Görünmez duvarlar örerler, bu insanlar önümüze. Bu nedenle, hayatımız boyunca istediklerimizi yapamaz, istemediklerimizi yaparız. Bir şey yapacağımızda önce düşünür, çevremizdeki insanların tepkisini ölçmeye çalışırız. Çevremiz istediği için evlenir, onlar istediği için çocuk yaparız. Böylece çoğunlukla yapacaklarımızı gerçekleştiremeyiz. Bu nedenle hayatımız bir pişmanlıklar manzumesidir. Böyle yaparak, aslında kendi cehennemimize odun taşırız.

Hep bir şeylerden şikayet ederiz. Herhangi kötü bir duruma düşsek bu durumun felsefesini yapmaya başlarız: Çevrenin, yetişme koşullarının, içinde yaşanılan toplumun, sistemin etkisi bizi bu duruma düşürmüştür. Özünde, bizim bir sorumluluğumuz yoktur. Böylece, içinde bulunduğumuz olumsuz koşulların kötü etkilerinden sıyrılmayı deneriz.
Bütün bu saydığımız koşulların içinde bulunduğumuz duruma elbette katkısı vardır. Ama bireyin kendi sorumluluğunu da atlamamak gerekir. Böyle yaparak kişi, yine kendi sorumluluğundan kurtulmak ister. Oysa hayatı yorumlamak için kavramlar, her zaman tek başına yeterli değildir. Sadece kavramlarla, hayatın realitesini ve derinliğini buluşturmak olası değildir. Hayatı açıklayabilmek için, Dostoyevski’nin belirttiği gibi insan doğasını da kavramak, hayatın özünü yakalamak gerekir.

Birey bu koşulları değiştirmek adına ne yapmıştır? Hangi çabaları göstermiştir? Hayatı dönüştürmeye yönelik en küçük çaba ve enerji harcamayarak, kendi sorumluluklarımızdan bir çırpıda kurtulduğumuzu sanırız. Beylik laflarla bütün insanlık tarihini ve sistemleri beş dakikada açıklar ve sanki hayatın tüm sırlarını çözmüşüz gibi tepeden bakarız diğer insanlara.

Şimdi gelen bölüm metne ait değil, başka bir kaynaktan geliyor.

using BladeLog.Handbook.BeamStrength;
using BladeLog.Handbook.Quantities;
using static BladeLog.Handbook.Tests.BeamStrength.ReferenceBands;

namespace BladeLog.Handbook.Tests.BeamStrength;

public class WorkedExampleTests
{
    [Theory]
    [InlineData(8)]
    [InlineData(12)]
    [InlineData(16)]
    [InlineData(40)]
    public void Probe(int n)
    {
        var q1 = Band(35.4, 0.9, 5, 135, 370, 300, 210) with { Steel = Steel.Carbon };
        var q21 = Band(3, 0.635, .7, 70, 54, 6, 43) with { Steel = Steel.Carbon };
        var a = ThrustLimit.Of(q1, PlateUse.Never, terms: n);
        var c = ThrustLimit.Of(q21, PlateUse.Never, terms: n);
        var q40 = ThrustLimit.Of(Band(32, 0.9, 6, 120, 380, 300, 190) with { Steel = Steel.Carbon }, PlateUse.Never, terms: n);
        var e1 = ThrustLimit.Of(Band(32, 1.07, 6, 120, 380, 300, 190) with { Steel = Steel.Carbon }, PlateUse.Never, terms: n);
        Assert.Fail(FormattableString.Invariant($"{n} {a.FrontEdge.Newtons} {a.Stop.Newtons} | {c.FrontEdge.Newtons} {c.Stop.Newtons} | {q40.Allowed.Newtons} {e1.Allowed.Newtons}"));
    }
}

Ama yere düşüp çamurun içinde debelenirken, bu sorumluluktan kurtulmanın o kadar da kolay olmadığını anlarız. Oysa bu yaptığımız kendimizden olduğu kadar, toplumdan da, dünyadan da kaçıştır; bu gerçeği, hayat bize duvarlara çarpa çarpa öğretir.

CEHENNEM ÖTEKİ DÜNYADA DEĞİL, BU DÜNYADADIR. CEHENNEM YANI BAŞIMIZDA, İÇİMİZDE VE DIŞIMIZDADIR. BİZE HÜKMEDEN HER ŞEY CEHENNEMİMİZDİR. DAHA DA ÖTESİ ÇOĞU ZAMAN CEHENNEM KENDİMİZDİR.

Derler ki, “Cehenneme herkes kendi odununu taşır.” Bazen kendi yarattığımız cehennemde, başkalarını da yakmaya çalışırız.
Oysa herkes kendi yarattığı cehennemde yanar.

Erol Anar

Leave a Reply

Your email address will not be published. Required fields are marked *

erol anar
error: Content is protected !!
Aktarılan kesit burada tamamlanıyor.